:: What needs to be done ::
Once you reach the line containing "- any other" in the data below, restate each line word for word up to and including the one containing "the optimum solves".

:: Supplied records ::

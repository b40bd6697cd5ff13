"""The exact optimum of any pair objective on a finite task, with a certificate.

A *pair objective* is a callable ``objective(pair, beta) -> Tensor`` of per-pair losses, shape (B,),
where ``pair`` is a :class:`polopt.losses.pair.PairScores` (winner and loser log-probabilities under
the policy and the reference, and their lengths). On a finite task with win weights W (X, K, K),
reference pi_ref and lengths n, its population loss over the simplex is

    L(pi) = sum_x sum_{i != j} W[x,i,j] ell(log pi_xi, log pi_xj, log ref_xi, log ref_xj, n_xi, n_xj).

This module minimises L in float64:

- a margin loss f (a :class:`polopt.losses.margin.MarginLoss`) keeps the solver of :mod:`toy_tasks.exact.margin` (closed
  forms, linear programme, Newton in the log-ratios, Ford's existence test): it is the special case
  ``ell = f(beta ((w - ref_w) - (l - ref_l)))``, and :func:`exact_optimum` hands it over unchanged.
- any other objective: pi = softmax(z) per prompt, a Newton solve in the logits z
  (:mod:`toy_tasks.exact.newton`: Cholesky steps capped in length, Armijo line search), the gradient and
  Hessian assembled in one pass from every pair's derivatives in its two log-probabilities (in closed
  (K, K) formulas from a built-in's per-response scores, :mod:`toy_tasks.exact.scores`; by torch autograd
  over the whole batch of pairs for any other objective; float64) and the chain rule through log-softmax
  (:mod:`toy_tasks.exact.prompt`), from several seeded starts (the reference and random logits) to
  detect a non-unique minimiser or distinct local minima.
- the certificate ``residual``: max |dL/dz| at the answer. With g = dL/dpi this is
  ``max_i pi_i |g_i - sum_j pi_j g_j|``, the gradient of L projected onto the tangent space of the
  simplex (in the softmax chart); it is 0 exactly at a stationary point in the simplex's interior.
- the boundary: a reference-free objective can have its infimum only where some probability is 0
  (e.g. SimPO, Meng et al. 2024, on deterministic preferences). After a solve, a Newton step that
  still lowers L along a ray of growing length means the minimiser runs off to the boundary: the
  solve continues along it, the optimum is reported as not finite with the infimum of L and the
  responses that keep their mass in the limit (``limit_support``), never a NaN.
- closed forms: an objective of the divergence family (Wang et al., Beyond Reverse KL: Generalizing
  Direct Preference Optimization with Diverse Divergence Constraints, 2023) declares its ``f'`` as the
  attribute ``ratio_link`` (a torch function of u = pi / pi_ref); on Bradley–Terry population weights
  the optimum solves ``f'(pi_i / ref_i) = r_i / beta + c`` (their Theorem; for reverse KL,
  f'(u) = log u + 1 gives DPO's pi* ∝ pi_ref e^{r / beta}), computed by :func:`divergence_optimum`
  and certified by the same residual.
- kinks: where Newton stops with a large gradient next to log-ratios of 0 (DPO-Positive's anchor), the
  active-set search of :mod:`toy_tasks.exact.kinks` from every start.
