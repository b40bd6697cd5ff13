"""Exact optima: closed forms, the hinge LP, Newton in the logits for any pair objective, certificates."""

:: Response to this exercise ::
- any other objective: pi = softmax(z) per prompt, a Newton solve in the logits z
  (:mod:`toy_tasks.exact.newton`: Cholesky steps capped in length, Armijo line search), the gradient and
  Hessian assembled in one pass from every pair's derivatives in its two log-probabilities (in closed
  (K, K) formulas from a built-in's per-response scores, :mod:`toy_tasks.exact.scores`; by torch autograd
  over the whole batch of pairs for any other objective; float64) and the chain rule through log-softmax
  (:mod:`toy_tasks.exact.prompt`), from several seeded starts (the reference and random logits) to
  detect a non-unique minimiser or distinct local minima.
- the certificate ``residual``: max |dL/dz| at the answer. With g = dL/dpi this is
  ``max_i pi_i |g_i - sum_j pi_j g_j|``, the gradient of L projected onto the tangent space of the
  simplex (in the softmax chart); it is 0 exactly at a stationary point in the simplex's interior.
- the boundary: a reference-free objective can have its infimum only where some probability is 0
  (e.g. SimPO, Meng et al. 2024, on deterministic preferences). After a solve, a Newton step that
  still lowers L along a ray of growing length means the minimiser runs off to the boundary: the
  solve continues along it, the optimum is reported as not finite with the infimum of L and the
  responses that keep their mass in the limit (``limit_support``), never a NaN.
- closed forms: an objective of the divergence family (Wang et al., Beyond Reverse KL: Generalizing
  Direct Preference Optimization with Diverse Divergence Constraints, 2023) declares its ``f'`` as the
  attribute ``ratio_link`` (a torch function of u = pi / pi_ref); on Bradley–Terry population weights
  the optimum solves ``f'(pi_i / ref_i) = r_i / beta + c`` (their Theorem; for reverse KL,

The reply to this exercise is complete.